Anesthesia now adays is extremely safe! Make sure they do pre-anesthetic bloodwork, place an IV catheter and provide fluids during the procedure, someone is monitoring him the whole time, he is kept warm, they use either Isoflurane or Sevoflurane anesthesia with him and he should be fine! Should be able to go home that day! I just dont like the anesthesia free cleanings for what they do (or more importantly dont) and what they charge.


----------



## outwest (May 1, 2011)

You could not mess with his teeth at all and see if you can get them clean on your own with raw meaty bones and such.

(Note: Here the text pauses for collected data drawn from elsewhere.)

impl Circuit {
    /// Builds the circuit of a validated scenario. Exponential curves get
    /// an initial fit from zero to the controller's target current.
    pub fn new(s: &Scenario) -> Circuit {
        let target = s.target_current_a().unwrap_or_else(|| {
            // Fixed duty: the current a resistor or LED string would draw at
            // the average switch-node voltage.
            let d = match s.controller {
                crate::scenario::ControllerSpec::FixedDuty { duty, .. } => duty,
                _ => 0.5,
            };
            let v = d * s.supply.voltage_v;
            match s.load {
                Load::Resistor { resistance_ohm } => v / resistance_ohm,
                _ => 1.0,
            }
        });
        let segs = s.simulation.curve_segments as usize;
        let tol = s.simulation.curve_tolerance_v;
        let e = Elements::new(s);
        let led_exact = e.led.exp();
        let led = match e.led {
            DeviceCurve::Exp(d) => PwlCurve::fit(&d, 0.0, target, segs, tol),
            DeviceCurve::Line { knee_v, r_ohm } => PwlCurve::line(knee_v, r_ohm),
        };
        let diode_exact = e.diode.exp();
        let diode = match e.diode {
            DeviceCurve::Exp(d) => PwlCurve::fit(&d, 0.0, target, segs, tol),
            DeviceCurve::Line { knee_v, r_ohm } => PwlCurve::line(knee_v, r_ohm),
        };
        Circuit {
            el: e,
            diode,
            led,
            diode_exact,
            led_idle_v: e.led_idle_v(),
            led_exact,
        }
    }

    /// The state at power-on: no current, capacitors discharged.
    pub fn power_on_state(&self) -> SVector<f64, N_STATES> {
        SVector::zeros()
    }

    /// Energy stored in the inductor and capacitors, J.
    pub fn stored_energy_j(&self, x: &SVector<f64, N_STATES>) -> f64 {
        let mut e = self.inductor_energy_j(x[X_IL]);
        if let Some((c, _)) = self.el.output_cap {
            e += 0.5 * c * x[X_VCO] * x[X_VCO];
        }
        if let Some((c, _)) = self.el.input_cap {
            e += 0.5 * c * x[X_VCIN] * x[X_VCIN];
        }
        e
    }

    /// Energy in the inductor at current `i`, J (segment by segment for a
    /// saturating inductor).
    pub fn inductor_energy_j(&self, i: f64) -> f64 {
        match &self.el.saturation {
            Some(c) => c.energy_segmented_j(i),
            None => 0.5 * self.el.inductance_h * i * i,
        }
    }

    /// The inductance segment for current `i` (0 without saturation).
    pub fn l_segment_for(&self, i: f64) -> u8 {
        self.el
            .saturation
            .as_ref()
            .map_or(0, |c| c.segment_for(i) as u8)
    }

    /// The inductance in a region, H.
    pub fn inductance_in(&self, region: Region) -> f64 {
        match &self.el.saturation {
            Some(c) => c.seg_h[(region.l_segment as usize).min(c.segments - 1)],
            None => self.el.inductance_h,
        }
    }

    /// A bound on the highest natural angular frequency of the circuit,
    /// rad/s: the inductor against the series combination of the capacitors.
    pub fn max_angular_frequency(&self) -> f64 {
        let inv_c: f64 = self.el.input_cap.map_or(0.0, |c| 1.0 / c.0)
            + self.el.output_cap.map_or(0.0, |c| 1.0 / c.0);
        let l_min = self
            .el
            .saturation
            .as_ref()
            .map_or(self.el.inductance_h, |c| c.min_h());
        (inv_c / l_min).sqrt()
    }

    /// The input-node voltage and the source and input-capacitor currents
    /// for a given switch current.
    fn input_side(&self, x: &[f64; N_STATES], one: f64, i_sw: f64) -> (f64, f64, f64) {
        let vs = self.el.supply_v * one;
        match self.el.input_cap {
            None => {
                let vin = vs - self.el.source_ohm * i_sw;
                (vin, i_sw, 0.0)
            }
            Some((_, esr)) => {
                let vc = x[X_VCIN];
                if self.el.source_ohm == 0.0 {
                    let i_c = (vs - vc) / esr;
                    (vs, i_c + i_sw, i_c)
                } else if esr == 0.0 {
                    let i_s = (vs - vc) / self.el.source_ohm;
                    (vc, i_s, i_s - i_sw)
                } else {
                    let gs = 1.0 / self.el.source_ohm;
                    let gc = 1.0 / esr;
                    let vin = (vs * gs + vc * gc - i_sw) / (gs + gc);
                    let i_c = (vin - vc) * gc;
                    (vin, (vs - vin) * gs, i_c)
                }
            }
        }
    }

    /// Output node voltage, LED current and output-capacitor current.
    fn output_side(
        &self,
        x: &[f64; N_STATES],
        one: f64,
        il: f64,
        led: Option<u8>,
    ) -> (f64, f64, f64) {
        match (self.el.output_cap, led) {
            (None, Some(k)) => {
                let k = k as usize;
                let vo = self.led.v0_v[k] * one + self.led.r_ohm[k] * il;
                (vo, il, 0.0)
            }
            (None, None) => (self.led_idle_v * one, 0.0, 0.0),
            (Some((_, esr)), None) => {
                let vo = x[X_VCO] + esr * il;
                (vo, 0.0, il)
            }
            (Some((_, esr)), Some(k)) => {
                let k = k as usize;
                let v0 = self.led.v0_v[k] * one;
                let r = self.led.r_ohm[k];
                let vc = x[X_VCO];
                if esr == 0.0 {
                    let i_led = (vc - v0) / r;
                    (vc, i_led, il - i_led)
                } else if r == 0.0 {
                    let i_c = (v0 - vc) / esr;
                    (v0, il - i_c, i_c)
                } else {
                    let vo = (il + vc / esr + v0 / r) / (1.0 / esr + 1.0 / r);
                    let i_led = (vo - v0) / r;
                    (vo, i_led, (vo - vc) / esr)
                }
            }
        }
    }

    fn eval(&self, region: Region, z: &[f64; N_AUG]) -> Eval {
        let x = [z[0], z[1], z[2]];
        let one = z[X_ONE];
        let il = if region.conducting { x[X_IL] } else { 0.0 };
        let i_sw = if region.switch_on { il } else { 0.0 };
        let (vin, i_s, i_cin) = self.input_side(&x, one, i_sw);
        let (vo, i_led, i_co) = self.output_side(&x, one, il, region.led_segment);
        let (v_sw, i_d, v_d) = if region.switch_on {
            (
                vin - (self.el.switch_ohm + self.el.sense_switch_ohm) * il,
                0.0,
                0.0,
            )
        } else if region.conducting {
            let k = region.diode_segment as usize;
            let vd = self.diode.v0_v[k] * one + self.diode.r_ohm[k] * il;
            (-vd, il, vd)
        } else {
            (vo, 0.0, 0.0)
        };
        let dil = if region.conducting {
            (v_sw - (self.el.dcr_ohm + self.el.sense_string_ohm) * il - vo)
                / self.inductance_in(region)
        } else {
            0.0
        };
        let dvco = self.el.output_cap.map_or(0.0, |(c, _)| i_co / c);
        let dvcin = self.el.input_cap.map_or(0.0, |(c, _)| i_cin / c);
        Eval {
            dx: [dil, dvco, dvcin],
            sig: [il, i_led, vo, v_sw, vin, i_s, i_cin, i_co, i_sw, i_d, v_d],
        }
    }

    /// The linear dynamics and signal rows of a region.
    pub fn linearize(&self, region: Region) -> Linear {
        let mut m = AugMatrix::zeros();
        let mut signals = SMatrix::<f64, N_SIGNALS, N_AUG>::zeros();
        for j in 0..N_AUG {
            let mut z = [0.0; N_AUG];
            z[j] = 1.0;
            let e = self.eval(region, &z);
            for (i, d) in e.dx.iter().enumerate() {
                m[(i, j)] = *d;
            }
            for (s, v) in e.sig.iter().enumerate() {
                signals[(s, j)] = *v;
            }
        }
        // `eval` is linear in z (every constant is scaled by z[X_ONE]), so
        // the probes are exactly the columns.
        Linear { m, signals }
    }

    /// Chooses the region for a switch state and a circuit state, resolving
    /// boundaries by the direction the state is moving.
    pub fn region_for(&self, switch_on: bool, x: &SVector<f64, N_STATES>) -> Region {
        let il = x[X_IL];
        let led_for = |conducting: bool, diode_segment: u8| -> Option<u8> {
            match self.el.output_cap {
                None => {
                    if conducting {
                        Some(self.led.segment_for_current(il) as u8)
                    } else {
                        None
                    }
                }
                Some((_, esr)) => {
                    let i = if conducting { il } else { 0.0 };
                    let vo_open = x[X_VCO] + esr * i;
                    let seg = self.led.segment_for_voltage(vo_open)?;
                    let _ = diode_segment;
                    // Refine using the LED current with this segment.
                    let mut k = seg;
                    loop {
                        let r = Region {
                            switch_on,
                            conducting,
                            diode_segment,
                            led_segment: Some(k as u8),
                            l_segment: 0,
                        };
                        let z = [x[0], x[1], x[2], 1.0];
                        let i_led = self.eval(r, &z).sig[Signal::LedCurrent as usize];
                        if k + 1 < self.led.segments && i_led > self.led.upper_a[k] {
                            k += 1;
                        } else if k > 0 && i_led < self.led.upper_a[k - 1] {
                            k -= 1;
                        } else {
                            break;
                        }
                    }
                    Some(k as u8)
                }
            }
        };
        let diode_segment = self.diode.segment_for_current(il) as u8;
        let conducting = if switch_on {
            if self.el.output_cap.is_some() {
                // The switch conducts both ways: current may reverse into
                // the input while the output capacitor is above it.
                true
            } else {
                il > 0.0 || {
                    let r = Region {
                        switch_on,
                        conducting: true,
                        diode_segment,
                        led_segment: Some(0),
                        l_segment: 0,
                    };
                    self.derivative_il(r, x) > 0.0
                }
            }
        } else {
            il > 0.0
        };
        let mut region = Region {
            switch_on,
            conducting,
            diode_segment,
            led_segment: led_for(conducting, diode_segment),
            l_segment: if conducting {
                self.l_segment_for(il)
            } else {
                0
            },
        };
        // At the knee with a capacitor: decide by the direction of travel.
        if let (Some(_), Some(0)) = (self.el.output_cap, region.led_segment) {
            let lin = self.linearize(region);
            let z = Aug::new(x[0], x[1], x[2], 1.0);
            let i_led = (lin.row(Signal::LedCurrent) * z)[0];
            if i_led <= 0.0 {
                let d = (lin.row(Signal::LedCurrent) * lin.m * z)[0];
                if d <= 0.0 {
                    region.led_segment = None;
                }
            }
        }
        region
    }

    fn derivative_il(&self, r: Region, x: &SVector<f64, N_STATES>) -> f64 {
        let z = [x[0], x[1], x[2], 1.0];
        self.eval(r, &z).dx[X_IL]
    }
}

That price sounds outrageous, too. Many groomers have tooth cleaning services for a fraction of that cost. They are offered once a week or once a month which is also anesthesia free, so probably the same thing.


----------



## lavillerose (Feb 16, 2011)

The person who does anesthesia-free around here costs around $95, I think. So that price does seem steep, considering you aren't paying for the anesthesia.

If your dog is a very vigorous chewer (mine is!), you might notice a few spots of blood on the chews every now and then. Unless it's really a lot of blood, and/or it is hard to get it to stop (that would make me worry about anemia), I wouldn't worry too much. The chewing is the cleaning!


----------



## liljaker (Aug 6, 2011)

Since Sunny came to me at the beginning of September, I have been using Leba III for the tartar, and it does pop off, and brushing, etc., and I sense the gums near the gumline are still sensitive; sometimes looks a bit inflamed, red, etc. and other times look ok. I notice he doesn't like cookies much, and do believe it may be his gums. He likes bullies too. Hard to brush his teeth, but I may get some cheesecloth and use on my finger so I have more control. Miniature poodle mouths smaller than spoos, so maybe that's it, too. I am doing everything right and even the breeder suggested going to raw for the teeth/gums, so may get some RMB's and use them with the premade raw I prefer for him. I just want this vet (Barbara Royal - great reputation) to assess the teeth/gums and get her opinion, but probably will try to pass.


----------



## fjm (Jun 4, 2010)

I found the Petzlife gel very effective - Sophy and Poppy absolutely hate it though, so I am about to try the Tropiclean one instead. I use a microfibre finger stall, which helps tp massage the gums as well as the teeth, and is easier to manage in small mouths than a brush - I do brush occasionally, to get between the teeth, but rather rely on the RMBs for that. I've found there is little gunk on the insides of their teeth - the saliva and tongue seem to keep them reasonably clear - but I have to really work at keeping their canines and incisors clear. The smaller the dog, the bigger the problem!

My brilliant vet checked them, said they weren't bad at all, flicked a couple of stubborn chunks of tartar off with his thumb nail, and we were good to go!


----------



## schnauzerpoodle (Apr 21, 2010)

Nickel hates the Petzlife gel. We tried the Tropiclean gel too but it didn't seem to get the plaque off. I'm now adding Plaque Off to his food. I am amazed by the result. After 3 weeks, most of the plaque softens up and makes it so easy to be brushed off. And then I started to feed RMB twice a week and Nickel's teeth has been white and clean since then. I still add the Plaque Off powder to his food every other day.


----------



## liljaker (Aug 6, 2011)

Hmm, I am also using a powder on his food from Wysong DentaTreat, which can be sprinkled on his food or used with a toothbrush - probably similar. I am going to do the RMBs a few times a week too, as soon as I figure out the quantity of RMB vis-a-vis his daily allotment (4 to 5 ounces of food). I need to look and figure out equivalents.

His appetite has really picked up -- maybe he is settling in nicely, but I don't want him to put on weight, especially since his activity level has dropped quite a bit from his home in Canada. I purchased a turkey neck and will maybe cut it in 2's or 3's and give him a piece this Saturday.


----------